Here's a slightly more detailed accounting:



This is a bit out of date, but the first thing to note is that of the amount potentially allocated, most of it has not yet been used. The peculiar psychology of the international bond and banking markets is that during a panic, if the government says we're ready to step in with X dollars to prevent a collapse, then there is no panic, and the amount X never actually has to get used. That's also why so many of the items are "guarantees" many of which have not had to be used.

The biggest chunk is the Fed's various bailouts. Despite the hysteria you hear about the Fed "shoveling money" to "greedy fatcats," generally, the Fed makes money on these loans. The commercial paper facility ($270 billion as of December, but may have been as high as $1.8 trillion) has already been paid back and re-lent; that's because commercial paper is very short term (30, 60, 90 days), and the program started in September. It's like a giant revolving credit account that corporations, that used to borrow from money market funds, now borrow from until the money market/commercial paper market returns to normal. Again, this is fairly profitable to the Fed.

Another big chunk of the Fed's program is lending to other central banks ("foreign exchange dollar swaps" in the OP at $327 billion). Since no central banks have collapsed, all of this money is likely to be paid back, although there may be losses or profit to the Fed as a result of the movements of currencies compared to dollars and each other.

Barney Frank says that he still believes that TARP will make money for the government ($350 billion). The TARP involved the Treasury buying preferred stock in banks and warrants to buy common stock, and the preferred stock pays dividends, so the recipients have already paid billions in dividends on the preferred to the government. Some banks are already offering to sell the preferred back to the government at face value, which means that the government will have made money on those bailouts (face value plus dividends).

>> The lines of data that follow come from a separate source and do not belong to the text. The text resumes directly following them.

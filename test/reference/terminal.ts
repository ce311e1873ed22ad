import { type Branch, lowestVoltageOf, type NetworkShape, type Piece, pieceAt } from './network.js';

/** What the charger may give: at most `limitA` and `powerW` (infinite = no bound), and nothing above `ceilingV`. */
export interface Supply {
  readonly limitA: number;
  readonly powerW: number;
  readonly ceilingV: number;
}

/** What the load draws: constant power beside constant current, both 0 or more. */
export interface Demand {
  readonly powerW: number;
  readonly currentA: number;
}

/**
 * `served`: a bus voltage exists at which charger, load and bank agree. `collapsed`: none exists and the bank cannot
 * discharge, the bus is at 0 V. `overload`: none exists although the bank conducts; the bank is taken to rest.
 */
export type Status = 'served' | 'collapsed' | 'overload';

export interface Terminal {
  readonly status: Status;
  readonly busV: number;
  readonly piece: Piece;
}

/** Current into a short circuit below which a bank counts as unable to discharge: far above the leaks. */
const NO_DISCHARGE_A = 0.01;
/** Step past a kink of the characteristic, to land in the next piece; a root this close to a kink lies on it. */
const PAST_KINK_V = 1e-8;

/**
 * Finds the bus voltage: the upper root of I_bank(V) = charger(V) - load(V).
 *
 * I_bank(V) rises piecewise straight, so on each piece the root is that of a quadratic; pieces are walked from a
 * voltage at which the bank takes more than it is given downwards, hence the first root met is the upper one.
 */
export function solveTerminal(
  shape: NetworkShape,
  branches: readonly Branch[],
  supply: Supply | null,
  demand: Demand,
): Terminal {
  const drawnA = -demand.currentA;
  const drawnW = -demand.powerW;
  const topV = shape.positions * branches.reduce((most, b) => Math.max(most, b.emfV), 0) + 1;
  let found: Terminal | null = null;
  if (supply === null) {
    found = upperRoot(shape, branches, topV, 0, drawnA, drawnW);
  } else {
    const { ceilingV, limitA, powerW } = supply;
    const piece = pieceAt(shape, branches, ceilingV, blockedStart(branches));
    const bankA = piece.bankAt0A + piece.bankSlopeS * ceilingV;
    const withoutA = drawnA + drawnW / ceilingV;
    if (bankA < withoutA) {
      found = upperRoot(shape, branches, Math.max(topV, ceilingV + 1), ceilingV, drawnA, drawnW);
    } else if (bankA <= withoutA + Math.min(limitA, powerW / ceilingV)) {
      found = { status: 'served', busV: ceilingV, piece };
    } else {
      const kinkV = Math.min(ceilingV, powerW / limitA);
      found =
        upperRoot(shape, branches, ceilingV, kinkV, drawnA, drawnW + (kinkV < ceilingV ? powerW : 0)) ??
        upperRoot(shape, branches, kinkV, 0, drawnA + limitA, drawnW);
    }
  }
  return found ?? restTerminal(shape, branches);
}

/** The bank when the load cannot be served: it rests at no current, or its bus is held at 0 V if it cannot discharge. */
export function restTerminal(shape: NetworkShape, branches: readonly Branch[]): Terminal {
  if (!canDischarge(shape, branches)) {
    return { status: 'collapsed', busV: 0, piece: pieceAt(shape, branches, 0, blockedStart(branches)) };
  }
  const topV = shape.positions * branches.reduce((most, b) => Math.max(most, b.emfV), 0) + 1;
  const found = upperRoot(shape, branches, topV, 0, 0, 0);
  if (found === null) throw new Error('the resting bank has no bus voltage');
  return { ...found, status: 'overload' };
}

/** More than the leaks would flow into a short circuit. */
export function canDischarge(shape: NetworkShape, branches: readonly Branch[]): boolean {
  return pieceAt(shape, branches, 0, blockedStart(branches)).bankAt0A < -NO_DISCHARGE_A;
}

/** Largest V in [downToV, fromV] with I_bank(V) = constantA + powerW / V, given that the bank takes more at `fromV`. */
function upperRoot(
  shape: NetworkShape,
  branches: readonly Branch[],
  fromV: number,
  downToV: number,
  constantA: number,
  powerW: number,
): Terminal | null {
  let highV = fromV;
  let atV = fromV;
  while (highV > downToV) {
    const piece = pieceAt(shape, branches, atV, blockedStart(branches));
    const lowV = Math.max(downToV, lowestVoltageOf(piece, branches, atV));
    // slope V^2 + b V - powerW = 0
    const b = piece.bankAt0A - constantA;
    const discriminant = b * b + 4 * piece.bankSlopeS * powerW;
    const root = (Math.sqrt(discriminant) - b) / (2 * piece.bankSlopeS);
    if (discriminant >= 0 && root <= highV + PAST_KINK_V && root >= lowV && root > 0) {
      return { status: 'served', busV: root, piece };
    }
    atV = Math.min(highV, lowV) - PAST_KINK_V;
    highV = Math.min(highV, lowV);
    if (atV <= downToV) break;
  }
  return null;
}

function blockedStart(branches: readonly Branch[]): boolean[] {
  return branches.map(() => false);
}
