import { describe, expect, it } from 'vitest';
import type { ModuleParameters } from '../../src/study/study.js';
import { bankOf } from './bank-of.js';
import { bareModule, noLeads, straightTable } from './bare-module.js';
import { segmentOf } from './duties.js';
import { deviceCurrentA } from './equaliser.js';
import { CHARGER, minutes, runOne, story } from './one-cell.js';
import { simulateSlowBank } from './slow-bank.js';

const kelvin = (celsius: number): number => celsius + 273.15;
const activation = { resistanceJPerMol: 20_000, leakageJPerMol: 39_000 };

describe('temperature', () => {
  it('acts on resistance, leakage and reach of a cell', () => {
    // By hand: U = 3 + z. At -10 degC 20 kJ/mol make 1 mOhm 2.9245 mOhm and z counts from 0.12: 3 + 0.38/0.88; 36 A out.
    const cold = minutes(1, { loadA: 36, ambientK: kelvin(-10) });
    const [sample] = runOne([[cold]], { activation }, {}, {}, [0]).samples;
    expect(sample.busV).toBeCloseTo(3 + 0.38 / 0.88 - 36 * (0.01 + 0.0029245), 5);
    // 10 mA for 100 h at 35 degC, 39 kJ/mol: 1.6662 Ah of 100.
    const warm = segmentOf(100, { ambientK: kelvin(35) });
    const leaky = runOne([[warm]], { activation, leakageA: [0.01] });
    expect(leaky.cycleEndCharge[0][0]).toBeCloseTo(0.5 - 0.016662, 6);
  });

  it('has a BMS refuse charge until it is warmer again', () => {
    const at = (celsius: number) => minutes(10, { chargeW: null, ambientK: kelvin(celsius) });
    const bms = { chargeRefusal: { belowK: kelvin(0), releaseK: kelvin(5) } };
    const run = runOne([[at(-1), at(3), at(5), at(1)]], {}, bms);
    expect(story(run)).toEqual(['0.00 cold-charge-refusal', '1200.00 cold-charge-release']);
    // 20 min of 36 A, of 100 Ah.
    expect(run.cycleEndCharge[0][0]).toBeCloseTo(0.62, 6);
  });
});

describe('ageing', () => {
  /** Capacity left of a module after cycles of the given use, found from what a current makes of its charge. */
  const leftAfter = (hours: number, amps: number, celsius: number, sketch: Partial<ModuleParameters>): number => {
    const ambientK = kelvin(celsius);
    const half = segmentOf(hours / 2, { loadA: amps, ambientK });
    const back = segmentOf(hours / 2, { chargeW: null, ambientK });
    const probe = segmentOf(1, { loadA: 36, ambientK });
    const charger = { ...CHARGER, absorptionV: 6, limitA: amps };
    const run = runOne([[half, back], [probe]], sketch, {}, { charger });
    const [[before], [after]] = run.cycleEndCharge;
    return 0.36 / (before - after);
  };

  it('follows Wang by throughput', () => {
    // Wang et al., J. Power Sources 196 (2011) 3942, the fit at C/2: 4.15915 % after 1000 Ah of a 2.2 Ah cell at 25 degC,
    // that is 454.5 times the capacity; here 0.2 times and a rate of 100.
    const percent = 4.15915 * (0.2 / (1000 / 2.2)) ** 0.552 * 100;
    const ageing = { law: 'wang-2011', rate: 100, initialFadeFraction: 0, resistanceGrowth: 0 } as const;
    expect(100 * (1 - leftAfter(2, 20, 25, { ageing }))).toBeCloseTo(percent, 3);
  });

  it('follows Naumann by time and by cycles', () => {
    // Naumann et al., J. Energy Storage 17 (2018) 153: 0.042516 after a year at 25 degC and half full; J. Power Sources 451
    // (2020) 227666: 4.573002 % after 1000 cycles of 80 % at C/2. Here 100 h at 0.5 and no current, a rate of 10.
    const ageing = { law: 'naumann', rate: 10, initialFadeFraction: 0, resistanceGrowth: 0 } as const;
    const resting = leftAfter(100, 0, 25, { ageing });
    expect(1 - resting).toBeCloseTo(10 * 0.042516 * Math.sqrt(100 / 8760), 5);
    // 1.6 h of 50 A down from 0.9 and back up: one cycle of 80 % is 0.8 equivalent ones, 3.2 h between 0.1 and 0.9.
    const cycled = leftAfter(3.2, 50, 25, { ageing, arrivalCharge: [0.9] });
    const ofTime = 0.042516 * Math.sqrt(3.2 / 8760);
    expect(1 - cycled).toBeCloseTo(10 * (ofTime + 0.04573002 * Math.sqrt(0.8 / 1000)), 4);
  });

  it('goes on from the fade it starts with, and resists more', () => {
    // From 4 % by Wang: (0.04^(1/p) + d^(1/p))^p, of what 96 % are; 1 mOhm grows by twice the loss.
    const ageing = { law: 'wang-2011', rate: 100, initialFadeFraction: 0.04, resistanceGrowth: 2 } as const;
    // 40 Ah through 100 / 0.96 Ah when new.
    const alone = 4.15915 * ((0.2 * 0.96) / (1000 / 2.2)) ** 0.552;
    const fade = (0.04 ** (1 / 0.552) + alone ** (1 / 0.552)) ** 0.552;
    const left = (1 - fade) / 0.96;
    expect(leftAfter(2, 20, 25, { ageing })).toBeCloseTo(left, 6);
  });
});

describe('equalisers', () => {
  const settings = { currentA: 5, startV: 0.02, fullV: 0.1, efficiency: 0.9, standbyA: 0.005, enableV: null };

  it('take nothing up to the start, all from the full difference on, and a share between', () => {
    expect([0.01, 0.06, 0.2, -0.04].map((v) => deviceCurrentA(settings, v))).toEqual([
      0,
      expect.closeTo(2.5, 12),
      5,
      expect.closeTo(-1.25, 12),
    ]);
  });

  /** Two cells in series, the upper 0.4 V higher. */
  const pair = (enableV: number | null) =>
    simulateSlowBank(
      bankOf('pair', {
        modules: [[bareModule('low', { arrivalCharge: [0.3] }), bareModule('high', { arrivalCharge: [0.7] })]],
        cycles: [[segmentOf(0.1)]],
        ocvTables: [straightTable(3, 1)],
        leads: noLeads(1),
        equaliser: { ...settings, enableV },
      }),
      { stepS: 5, nodeLeakS: 0 },
    ).cycleEndCharge[0];

  it('move charge from the higher to the lower module and lose what they must', () => {
    // By hand: 0.1 h at 5 A: the upper gives 5.005 A, the lower gets 4.495 A, of 100 Ah.
    const [low, high] = pair(null);
    expect(low).toBeCloseTo(0.3 + 0.004495, 9);
    expect(high).toBeCloseTo(0.7 - 0.005005, 9);
  });

  it('wait on standby below the voltage from which they work', () => {
    const [low, high] = pair(8);
    expect([low, high]).toEqual([expect.closeTo(0.3 - 5e-6, 12), expect.closeTo(0.7 - 5e-6, 12)]);
  });
});

describe('visits', () => {
  it('bring each module to its own full, and come when they are due', () => {
    const modules = [[bareModule('low', { arrivalCharge: [0.4] }), bareModule('high', { arrivalCharge: [0.6] })]];
    const sketch = {
      modules,
      ocvTables: [straightTable(3, 1)],
      leads: noLeads(1),
      cycles: [[segmentOf(1)], [segmentOf(1)]],
    };
    const charger = { ...CHARGER, absorptionV: 7.6, tailA: 2 };
    const chargeAfter = (
      upkeep: { everyCycles: number } | { everyS: number } | { driftFraction: number },
    ): readonly number[] =>
      simulateSlowBank(bankOf('pair', { ...sketch, charger, upkeep }), { stepS: 60, fineStepS: 5 }).cycleEndCharge[0];
    // By hand: charged at 3.8 V over 11 mOhm down to C/50 = 2 A and 120 s more: U = 3.8 - 0.022 and a little, both alike.
    for (const [low, high] of [
      chargeAfter({ everyCycles: 1 }),
      chargeAfter({ everyS: 3600 }),
      chargeAfter({ driftFraction: 0.19 }),
    ]) {
      expect(low).toBeGreaterThan(0.778);
      expect(low).toBeLessThan(0.78);
      expect(high).toBeCloseTo(low, 5);
    }
    for (const none of [
      chargeAfter({ everyCycles: 2 }),
      chargeAfter({ everyS: 7200 }),
      chargeAfter({ driftFraction: 0.21 }),
    ]) {
      expect(none).toEqual([expect.closeTo(0.4, 6), expect.closeTo(0.6, 6)]);
    }
  });
});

So, as you can see, much of the bailout was simply lending and telling the financial sector, we'll backstop certain institutions; it was not a "giveaway".

If you want a big picture perspective, look at it this way. We used to have a functioning banking and lending system. There were trillions and trillions of dollars of savings that were being lent to corporations and individuals. That system collapsed. The trillions of savings fled to the safest investment on the planet -- lending to the federal government through the purchase of treasury bills. The federal government in turn stepped in and became the biggest bank in the world, taking over many of those lending functions.

As a result, a lot of the profits that the bank lending system used to make, are now being made by the federal government.

I will confess, however, that for some people it's much more "fun" to scream about the government giving away money to "fat cats" and putting us in debt forever, than adding up the tallies on spread sheets.

That said, this accounting is why I am opposed to Geithner's plan. Geithner's plan is genuinely a giveaway to the financial sector, and worst of all, it's a giveaway to hedge funds who hardly need it.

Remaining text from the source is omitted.